A spokesman for Clydesdale said “Our previous strategy kept us safe throughout the turmoil of the last few years, however, the world is in a very different place and we must adapt. We’ll be a smaller, simpler and more focused bank, anchored in our heartlands. We’re focusing on the geographical areas and products where we’ve long had a good track record and have the critical mass to deliver sustainable returns.”
KEY EVENTS
- In the 2007-2009 banking crisis Clydesdale Bank differentiated itself on claims to have lent prudently during the UK’s credit binge. The Glasgow-based management’s mantra was that Clydesdale was unscathed by the global meltdown, and, in implied contrast to rivals such as RBS and Lloyds Banking Group, was able to carry on lending as before.
- Since the crisis Clydesdale and Yorkshire banks have been kept afloat through large infusions of capital from their Melbourne-based parent National Australia Bank. Analysts have described them as an albatross hung around the neck of the Melbourne-based institution.

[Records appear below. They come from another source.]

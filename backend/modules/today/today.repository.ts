import { sql } from 'kysely';
import type { Database } from '../../db/database.ts';
import { batchesWithLastReading } from '../batches/batches.repository.ts';
import { bookingSummaryColumns, bookingWithVessel } from '../calendar/calendar-feed.repository.ts';
import { effectiveStateSql } from '../equipment/vessel-state.ts';
import { kegFillsWithWhereabouts } from '../kegs/keg-fills.repository.ts';

/** A member's bookings still to come or running, soonest first. */
export async function memberBookingRows(db: Database, memberId: string, now: Date) {
  return bookingWithVessel(db)
    .select(bookingSummaryColumns)
    .where('booking.owner_id', '=', memberId)
    .where('booking.state', 'in', ['booked', 'in_use'])
    .where('booking.ends_at', '>', now)
    .orderBy('booking.starts_at')
    .limit(8)
    .execute();
}

/** A member's batches not yet packaged, newest first, each with its latest reading. */
export async function memberBatchRows(db: Database, memberId: string) {
  return batchesWithLastReading(db)
    .select(['batch.id', 'batch.name', 'batch.style', 'batch.status', 'last_reading.gravity_sg', 'last_reading.taken_at'])
    .where('batch.owner_id', '=', memberId)
    .where('batch.status', 'in', ['planned', 'fermenting', 'conditioning'])
    .orderBy('batch.created_at', 'desc')
    .limit(8)
    .execute();
}

/** Kegs out with a member, due soonest first. */
export async function memberKegRows(db: Database, memberId: string) {
  return db
    .selectFrom('keg_whereabouts')
    .innerJoin('equipment', 'equipment.id', 'keg_whereabouts.keg_id')
    .select(['equipment.id', 'equipment.code', 'keg_whereabouts.due_at'])
    .where('keg_whereabouts.member_id', '=', memberId)
    .where('keg_whereabouts.whereabouts', '=', 'with_member')
    .orderBy('keg_whereabouts.due_at')
    .orderBy('equipment.code')
    .execute();
}

/**
 * Fermenters and kegs whose state (a lapsed freshness window read as needs_cleaning) says they
 * need cleaning, unless a complete cycle ended after their last use and is still fresh (clean and
 * sanitized since; the state will catch up): the count, and the ten needed soonest.
 */
export async function vesselsToClean(db: Database, now: Date) {
  const state = effectiveStateSql(sql.ref('equipment.id'), sql.ref('equipment.state'), now);
  const nextBooking = sql<Date | null>`(select min(b.starts_at) from booking b
    where b.equipment_id = equipment.id and b.state = 'booked' and b.starts_at > ${now})`;
  const lastUse = sql<Date | null>`(select max(sc.at) from equipment_state_change sc
    where sc.equipment_id = equipment.id and sc.to_state = 'needs_cleaning')`;
  const dirty = db
    .selectFrom('equipment')
    .where(state, 'in', ['needs_cleaning', 'cleaned'])
    .where('equipment.kind', 'in', ['fermenter', 'keg'])
    .where(
      sql<boolean>`not exists (select 1 from sanitation_cycle c where c.equipment_id = equipment.id and c.complete
        and c.fresh_until > ${now} and c.completed_at >= coalesce(${lastUse}, '-infinity'::timestamptz))`,
    );
  const [{ n }, items] = await Promise.all([
    dirty.select((eb) => eb.fn.countAll<number>().as('n')).executeTakeFirstOrThrow(),
    dirty
      .select(['equipment.id', 'equipment.code', 'equipment.name', state.as('state'), nextBooking.as('next_booking_at')])
      .orderBy(sql`next_booking_at`, (ob) => ob.asc().nullsLast())
      .orderBy('equipment.code')
      .limit(10)
      .execute(),
  ]);
  return { total: n, items };
}

/** Kegs out with members past their due time: the count, and the ten overdue longest. */
export async function overdueKegs(db: Database, now: Date) {
  const overdue = db
    .selectFrom('keg_whereabouts')
    .innerJoin('equipment', 'equipment.id', 'keg_whereabouts.keg_id')
    .leftJoin('app_user', 'app_user.id', 'keg_whereabouts.member_id')
    .where('keg_whereabouts.whereabouts', '=', 'with_member')
    .where('keg_whereabouts.due_at', '<', now);
  const [{ n }, items] = await Promise.all([
    overdue.select((eb) => eb.fn.countAll<number>().as('n')).executeTakeFirstOrThrow(),
    overdue.select(['equipment.id', 'equipment.code', 'app_user.name', 'keg_whereabouts.due_at']).orderBy('keg_whereabouts.due_at').limit(10).execute(),
  ]);
  return { total: n, items };
}

/** Batches in a fermenter whose booking ends before `soon`: the beer must be out by then. */
export async function transfersDueRows(db: Database, soon: Date) {
  return bookingWithVessel(db)
    .innerJoin('batch', 'batch.id', 'booking.batch_id')
    .innerJoin('app_user', 'app_user.id', 'batch.owner_id')
    .select(['batch.id', 'batch.name', 'app_user.name as owner_name', 'equipment.id as fermenter_id', 'equipment.code', 'booking.ends_at'])
    .where('equipment.kind', '=', 'fermenter')
    .where('batch.status', 'in', ['fermenting', 'conditioning'])
    .where('booking.state', 'in', ['booked', 'in_use'])
    .where('booking.ends_at', '<', soon)
    .orderBy('booking.ends_at')
    .limit(10)
    .execute();
}

/** Bookings of fermenters and kegs that start in [now, until), with the vessel's state now. */
export async function handoverRows(db: Database, now: Date, until: Date) {
  const state = effectiveStateSql(sql.ref('equipment.id'), sql.ref('equipment.state'), now);
  return bookingWithVessel(db)
    .select(['booking.id', 'equipment.id as equipment_id', 'equipment.code', 'booking.starts_at', state.as('state')])
    .where('booking.state', '=', 'booked')
    .where('booking.starts_at', '>=', now)
    .where('booking.starts_at', '<', until)
    .where('equipment.kind', 'in', ['fermenter', 'keg'])
    .orderBy('booking.starts_at')
    .limit(20)
    .execute();
}

/** Kegs still holding beer with a best-before up to `until` (of one member's kegs out, when given): the count, and the first `limit` by best-before. */
export async function bestBeforeRows(db: Database, until: Date, o: { memberId?: string | undefined; limit: number }) {
  let base = kegFillsWithWhereabouts(db).innerJoin('batch as b', 'b.id', 'kf.batch_id').where('kf.emptied_at', 'is', null).where('kf.best_before', '<=', until);
  if (o.memberId) base = base.where('kw.member_id', '=', o.memberId).where('kw.whereabouts', '=', 'with_member');
  const [{ n }, items] = await Promise.all([
    base.select((eb) => eb.fn.countAll<number>().as('n')).executeTakeFirstOrThrow(),
    base
      .select([
        'e.id',
        'e.code',
        'b.id as batch_id',
        'b.name as batch_name',
        'kf.best_before',
        sql<string>`coalesce(kw.whereabouts, 'cellar')`.as('whereabouts'),
        'tap.code as tap_code',
        'm.name as member_name',
      ])
      .orderBy('kf.best_before')
      .orderBy('e.code')
      .limit(o.limit)
      .execute(),
  ]);
  return { total: n, items };
}
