import { MutationCache, QueryCache, QueryClient } from '@tanstack/react-query';
import { isApiProblem, networkProblemStatus } from '@/lib/api-client';
import { authKeys } from '@/lib/auth';

/** Any 401 means the session is gone: forget the user, and the app frame sends them to sign in. */
function onAuthError(error: unknown): void {
  if (isApiProblem(error) && error.status === 401 && queryClient.getQueryData(authKeys.me)) {
    queryClient.setQueryData(authKeys.me, null);
  }
}

export const queryClient: QueryClient = new QueryClient({
  queryCache: new QueryCache({ onError: onAuthError }),
  mutationCache: new MutationCache({ onError: onAuthError }),
  defaultOptions: {
    queries: {
      staleTime: 30_000,
      refetchOnWindowFocus: false,
      // 4xx answers won't change by asking again; network trouble and 5xx might.
      retry: (failureCount, error) => {
        if (isApiProblem(error) && error.status !== networkProblemStatus && error.status < 500) return false;
        return failureCount < 2;
      },
    },
    mutations: { retry: false },
  },
});
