import { Link } from 'react-router-dom';
import { Alert } from '@/components/ui/alert';
import { Badge } from '@/components/ui/badge';
import { Spinner } from '@/components/ui/spinner';
import { useTapBoard } from '@/features/kegs/api/kegs';
import { Cautions } from '@/components/safety/cautions';
import { BeerNotes, FillGauge } from '@/features/kegs/components/keg-bits';
import { cellarPaths } from '@/config/cellar-paths';
import { StateBadge } from '@/features/equipment/components/state-badge';
import { useDocumentTitle } from '@/hooks/use-document-title';
import { useUnits } from '@/hooks/use-units';
import { problemMessage } from '@/lib/api-client';
import { formatAbv, formatDate } from '@/utils/format';

/** The cold room's taps: which keg is on which, what it holds and how full the co-op thinks it is. */
const TapBoardRoute = () => {
  useDocumentTitle('Tap board');
  const board = useTapBoard();
  const units = useUnits();
  if (board.isPending) return <Spinner label="Loading the tap board" />;
  if (board.isError) return <Alert tone="error">{problemMessage(board.error)}</Alert>;
  return (
    <div className="flex flex-col gap-4">
      <ol className="grid gap-3 sm:grid-cols-2 xl:grid-cols-4" aria-label="Taps">
        {board.data.taps.map((t) => (
          <li key={t.id} className={`flex flex-col gap-2 rounded-lg border p-3 ${t.taken ? 'border-copper/50 bg-surface' : 'border-line bg-ground'}`}>
            <div className="flex items-center justify-between gap-2">
              <h2 className="text-lg">{t.code}</h2>
              {t.state === 'out_of_service' ? (
                <StateBadge state="out_of_service" />
              ) : t.taken ? (
                <Badge tone="copper">On tap</Badge>
              ) : (
                <Badge tone="muted">Free</Badge>
              )}
            </div>
            <p className="text-xs text-ink-muted">{t.position}</p>
            {t.keg ? (
              <div className="flex flex-col gap-1">
                <Link to={cellarPaths.keg(t.keg.id)} className="text-base font-semibold">
                  {t.keg.code}
                </Link>
                {t.keg.contents ? (
                  <>
                    <p className="font-medium">{t.keg.contents.batchName}</p>
                    <p className="text-xs text-ink-muted">
                      {t.keg.contents.style}
                      {t.keg.contents.abv !== null ? ` · ${formatAbv(t.keg.contents.abv)}` : ''}
                    </p>
                    <FillGauge keg={t.keg} large />
                    <BeerNotes contents={t.keg.contents} compact />
                    {t.keg.contents.bestBefore ? (
                      <p className={`text-xs ${t.keg.contents.bestBeforeState === 'past' ? 'font-medium text-danger' : 'text-ink-muted'}`}>
                        {t.keg.contents.bestBeforeState === 'past' ? 'Past best-before' : 'Best before'} {formatDate(t.keg.contents.bestBefore)}
                      </p>
                    ) : null}
                  </>
                ) : (
                  <p className="text-sm text-ink-muted">Empty</p>
                )}
                {t.keg.carbonation ? <p className="text-xs text-ink-muted">Carbonated by {formatDate(t.keg.carbonation.readyAt)}</p> : null}
              </div>
            ) : t.taken ? (
              <p className="text-sm text-ink-muted">Taken</p>
            ) : (
              <p className="text-sm text-ink-muted">No keg connected{t.state === 'needs_cleaning' ? ' · line needs cleaning' : ''}</p>
            )}
            {t.lineLengthM !== null ? (
              <p className="mt-auto text-xs text-ink-muted">
                Line {t.lineLengthM} m × {t.lineInsideDiameterMm} mm inside{t.coldRoomTempC !== null ? ` · ${units.temperature(t.coldRoomTempC)}` : ''}
              </p>
            ) : null}
          </li>
        ))}
      </ol>
      <Cautions kind="pressure" />
    </div>
  );
};

export default TapBoardRoute;
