import { createColumnHelper } from '@tanstack/react-table';
import { Link } from 'react-router-dom';
import { kegSortFields, kegWhereabouts, kegWhereaboutsLabels, type KegView } from '../../../../shared/schemas/kegs.ts';
import { Dash, dateCell, FilterGrid, ListSearch, QueryFilter, ListTable, useListQuery } from '@/components/list-kit';
import { kegListQuery, useKegs } from '@/features/kegs/api/kegs';
import { FillGauge, Whereabouts } from '@/features/kegs/components/keg-bits';
import { cellarPaths } from '@/config/cellar-paths';
import { StateBadge } from '@/features/equipment/components/state-badge';
import { VesselStateFilter } from '@/features/equipment/components/vessel-state-filter';
import { useDocumentTitle } from '@/hooks/use-document-title';
import { formatAbv, formatDate } from '@/utils/format';

const column = createColumnHelper<KegView>();

const kegListText = { caption: 'Kegs and where they are', empty: 'No keg matches.', noun: ['keg', 'kegs'] as const };
const columns = [
  column.accessor('code', {
    header: 'Keg',
    cell: ({ row }) => (
      <Link to={cellarPaths.keg(row.original.id)} className="font-semibold whitespace-nowrap">
        {row.original.code}
      </Link>
    ),
  }),
  column.accessor('state', { header: 'State', cell: ({ row }) => <StateBadge state={row.original.state} /> }),
  column.accessor('whereabouts', { header: 'Where', cell: ({ row }) => <Whereabouts keg={row.original} /> }),
  column.display({
    id: 'contents',
    header: 'Holds',
    cell: ({ row }) =>
      row.original.contents ? (
        <span className="flex flex-col">
          <span>{row.original.contents.batchName}</span>
          <span className="text-xs text-ink-muted">
            {row.original.contents.abv !== null ? formatAbv(row.original.contents.abv) : row.original.contents.style}
          </span>
        </span>
      ) : (
        <Dash />
      ),
  }),
  column.accessor((k) => k.contents?.remainingLiters ?? null, {
    id: 'remainingLiters',
    header: 'Left',
    cell: ({ row }) => <FillGauge keg={row.original} />,
  }),
  column.accessor('dueAt', { header: 'Due back', cell: dateCell }),
  column.display({
    id: 'carbonation',
    header: 'Carbonated by',
    cell: ({ row }) => <span className="whitespace-nowrap text-xs">{row.original.carbonation ? formatDate(row.original.carbonation.readyAt) : '—'}</span>,
  }),
];

/** The fleet: whereabouts, state, contents; sorted, filtered and paged on the server. */
const KegWhereaboutsRoute = () => {
  useDocumentTitle('Kegs');
  const { query, setQuery } = useListQuery(kegListQuery);
  const kegs = useKegs(query);

  return (
    <div className="flex flex-col gap-3">
      <FilterGrid>
        <QueryFilter
          name="whereabouts"
          label="Where"
          options={kegWhereabouts}
          labels={kegWhereaboutsLabels}
          anyLabel="Anywhere"
          query={query}
          onQueryChange={setQuery}
        />
        <VesselStateFilter value={query.state} onChange={(state) => setQuery({ state })} anyLabel="Any state" />
        <ListSearch label="Find" query={query} onQueryChange={setQuery} placeholder="Keg code or batch" />
      </FilterGrid>
      <ListTable list={kegs} query={query} onQueryChange={setQuery} columns={columns} sortFields={kegSortFields} {...kegListText} />
    </div>
  );
};

export default KegWhereaboutsRoute;
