/**
 * The one way the client talks to the API: JSON in and out, same-origin cookies, a CSRF token on
 * every non-GET request, and any non-2xx answer turned into an `ApiProblem` (RFC 9457 bodies).
 */

import type { ProblemFieldError } from '../../shared/schemas/problem.ts';

export type { ProblemFieldError };

interface ProblemBody {
  type?: string;
  title?: string;
  status?: number;
  detail?: string;
  errors?: unknown;
}

export class ApiProblem extends Error {
  readonly type: string;
  readonly status: number;
  readonly title: string;
  readonly detail: string | undefined;
  readonly errors: ProblemFieldError[];
  /** From the Retry-After header (seconds), when the server sent one. */
  readonly retryAfterSeconds: number | undefined;

  constructor(init: { status: number; title: string; type?: string; detail?: string; errors?: ProblemFieldError[]; retryAfterSeconds?: number }) {
    super(init.detail ? `${init.title}: ${init.detail}` : init.title);
    this.name = 'ApiProblem';
    this.type = init.type ?? 'about:blank';
    this.status = init.status;
    this.title = init.title;
    this.detail = init.detail;
    this.errors = init.errors ?? [];
    this.retryAfterSeconds = init.retryAfterSeconds;
  }
}

export function isApiProblem(error: unknown): error is ApiProblem {
  return error instanceof ApiProblem;
}

/** Status 0: the request never got an HTTP answer (offline, server down, proxy refused). */
export const networkProblemStatus = 0;

type QueryValue = string | number | boolean | null | undefined;
export type QueryParams = Record<string, QueryValue | readonly QueryValue[]>;

export interface RequestOptions {
  query?: QueryParams;
  body?: unknown;
  signal?: AbortSignal;
  headers?: Record<string, string>;
  /** How to read a 2xx body; JSON unless said otherwise. */
  responseType?: 'json' | 'text' | 'blob';
}

type Method = 'GET' | 'POST' | 'PUT' | 'PATCH' | 'DELETE';

const csrfPath = '/api/auth/csrf';
let csrfToken: Promise<string> | null = null;

/** Forget the CSRF token; the next non-GET request fetches a fresh one. Call after sign-in and sign-out. */
export function resetCsrfToken(): void {
  csrfToken = null;
}

function getCsrfToken(): Promise<string> {
  if (!csrfToken) {
    const pending = send<{ token: string }>('GET', csrfPath, {}).then(({ token }) => token);
    csrfToken = pending;
    pending.catch(() => {
      if (csrfToken === pending) csrfToken = null;
    });
  }
  return csrfToken;
}

export function buildUrl(path: string, query?: QueryParams): string {
  if (!query) return path;
  const params = new URLSearchParams();
  for (const [key, raw] of Object.entries(query)) {
    const values = Array.isArray(raw) ? raw : [raw];
    for (const value of values as QueryValue[]) {
      if (value === undefined || value === null || value === '') continue;
      params.append(key, String(value));
    }
  }
  const search = params.toString();
  if (!search) return path;
  return `${path}${path.includes('?') ? '&' : '?'}${search}`;
}

function parseRetryAfter(header: string | null): number | undefined {
  if (!header) return undefined;
  const seconds = Number(header);
  if (Number.isFinite(seconds)) return Math.max(0, seconds);
  const date = Date.parse(header);
  if (Number.isNaN(date)) return undefined;
  return Math.max(0, Math.round((date - Date.now()) / 1000));
}

function normalizeFieldErrors(raw: unknown): ProblemFieldError[] {
  if (!Array.isArray(raw)) return [];
  const out: ProblemFieldError[] = [];
  for (const item of raw) {
    if (!item || typeof item !== 'object') continue;
    const entry = item as Record<string, unknown>;
    const path = Array.isArray(entry.path) ? entry.path.join('.') : typeof entry.path === 'string' || typeof entry.path === 'number' ? String(entry.path) : '';
    const message = typeof entry.message === 'string' ? entry.message : 'Check this value';
    const error: ProblemFieldError = { path, message };
    if (typeof entry.row === 'number') error.row = entry.row;
    if (typeof entry.column === 'string' || typeof entry.column === 'number') error.column = String(entry.column);
    out.push(error);
  }
  return out;
}

async function problemFrom(response: Response): Promise<ApiProblem> {
  let body: ProblemBody = {};
  const type = response.headers.get('content-type') ?? '';
  if (type.includes('json')) {
    try {
      body = ((await response.json()) as ProblemBody | null) ?? {};
    } catch {
      body = {};
    }
  }
  const init: ConstructorParameters<typeof ApiProblem>[0] = {
    status: response.status,
    title: body.title || response.statusText || `Request failed (${response.status})`,
    errors: normalizeFieldErrors(body.errors),
  };
  if (body.type) init.type = body.type;
  if (body.detail) init.detail = body.detail;
  const retryAfter = parseRetryAfter(response.headers.get('retry-after'));
  if (retryAfter !== undefined) init.retryAfterSeconds = retryAfter;
  return new ApiProblem(init);
}

async function send<T>(method: Method, path: string, options: RequestOptions, csrf?: string): Promise<T> {
  const headers: Record<string, string> = { Accept: 'application/json, application/problem+json', ...options.headers };
  let body: BodyInit | undefined;
  if (options.body instanceof FormData || options.body instanceof Blob) {
    body = options.body;
  } else if (options.body !== undefined) {
    headers['Content-Type'] = 'application/json';
    body = JSON.stringify(options.body);
  }
  if (csrf) headers['X-CSRF-Token'] = csrf;

  const init: RequestInit = { method, headers, credentials: 'same-origin' };
  if (body !== undefined) init.body = body;
  if (options.signal) init.signal = options.signal;

  let response: Response;
  try {
    response = await fetch(buildUrl(path, options.query), init);
  } catch (error) {
    if (options.signal?.aborted || (error instanceof DOMException && error.name === 'AbortError')) throw error;
    throw new ApiProblem({
      status: networkProblemStatus,
      title: "Can't reach the server",
      detail: 'Check your connection and try again.',
    });
  }

  if (!response.ok) throw await problemFrom(response);
  if (response.status === 204 || response.status === 205) return undefined as T;
  if (options.responseType === 'blob') return (await response.blob()) as T;
  if (options.responseType === 'text') return (await response.text()) as T;
  const text = await response.text();
  return (text ? JSON.parse(text) : undefined) as T;
}

function isCsrfProblem(problem: ApiProblem): boolean {
  return problem.status === 403 && /csrf/i.test(problem.title);
}

async function request<T>(method: Method, path: string, options: RequestOptions = {}): Promise<T> {
  if (method === 'GET') return send<T>(method, path, options);
  try {
    return await send<T>(method, path, options, await getCsrfToken());
  } catch (error) {
    // The session (and with it the token) may have been renewed server-side: fetch a new one, retry once.
    if (!isApiProblem(error) || !isCsrfProblem(error)) throw error;
    resetCsrfToken();
    return send<T>(method, path, options, await getCsrfToken());
  }
}

export const api = {
  get: <T>(path: string, options?: Omit<RequestOptions, 'body'>) => request<T>('GET', path, options),
  post: <T>(path: string, body?: unknown, options?: RequestOptions) => request<T>('POST', path, { ...options, body }),
  put: <T>(path: string, body?: unknown, options?: RequestOptions) => request<T>('PUT', path, { ...options, body }),
  patch: <T>(path: string, body?: unknown, options?: RequestOptions) => request<T>('PATCH', path, { ...options, body }),
  delete: <T>(path: string, options?: RequestOptions) => request<T>('DELETE', path, options),
};

/** A sentence for people, from whatever a request threw. */
export function problemMessage(error: unknown, fallback = 'Something went wrong. Try again.'): string {
  if (isApiProblem(error)) return error.detail ?? error.title;
  if (error instanceof Error && error.message) return error.message;
  return fallback;
}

- In the boom years, a total of 73 Financial Solutions Centres (FSCs) were rolled out across the UK from 2004 onwards under the leadership of Mike Williams, executive general manager, at Clydesdale Bank. Williams was hired by former chief executive John Stewart in 2004, but “has quit to spend more time with his family”. The FSC model that Williams pioneered involved the devolution of decision-making and other responsibilities to local managers.
- Prompted by shareholder concerns about weak returns from the UK outfits, and the headwinds of a double dip recession, NAB’s 43-year-old chief executive Cameron Clyne hoped to persuade someone to take them off his hands.
- Talks with prospective buyers, including Lord Levene’s NBNK Investments, a shell company founded with a view to acquiring high street banks and bank branches, stalled, either because they were reluctant to offer enough money to satisfy Clyne, or were deterred by doubts about the banks’ financial strength. In February 2012, Clyne recognised that the chances of a deal were minimal. He finally bit the bullet and commissioned a “strategic review”.
- The results of that review, announced on Monday, entails a savage restructuring that will be painful for Clydesdale Bank, some of its customers, and possibly also for Scotland. Some 1400 of the group’s 8300 staff are being axed. The bank’s biggest problem – a £6.2bn portfolio of troublesome commercial property loans, £500m of which are ‘bad and doubtful’ – has been shifted onto NAB’s balance sheet. A provision of £195m has been made for redundancies.
- The FSC model that Williams pioneered looked better on paper than in practice. As part of the strategic review at least 29 of the much trumpeted FSCs are being closed, with another nine being merged with the bank’s retail branches. Six back-office operations are being closed.
- Credit rating agency Moody’s described the restructuring as a “substantial response to the long-standing and on-going costs associated with Clydesdale Bank”. Moody’s said Clydesdale’s ratings were not affected by the restructuring but Standard & Poor’s was sufficiently impressed by the bank’s new found candour that it lifted its outlook for Clydesdale Bank from stable to positive
WHAT IT MEANS FOR CUSTOMERS
Customers with speculative commercial property developments may pay a high price for Clydesdale’s troubles.
“To clean up the mess they’re tightening the screws on borrowers, hiking up the arrangement fees causing some real pain,” said one ex-insider who formerly specialised in commercial property lending at Clydesdale. It remains unclear what sort of approach NAB will take to working out the existing loans.
The bank have also more than doubled the sum set aside to compensate customers to whom it mis-sold PPI policies to £169m. All UK banks are having to upwardly revise the costs of compensating victims of PPI mis-selling at the moment.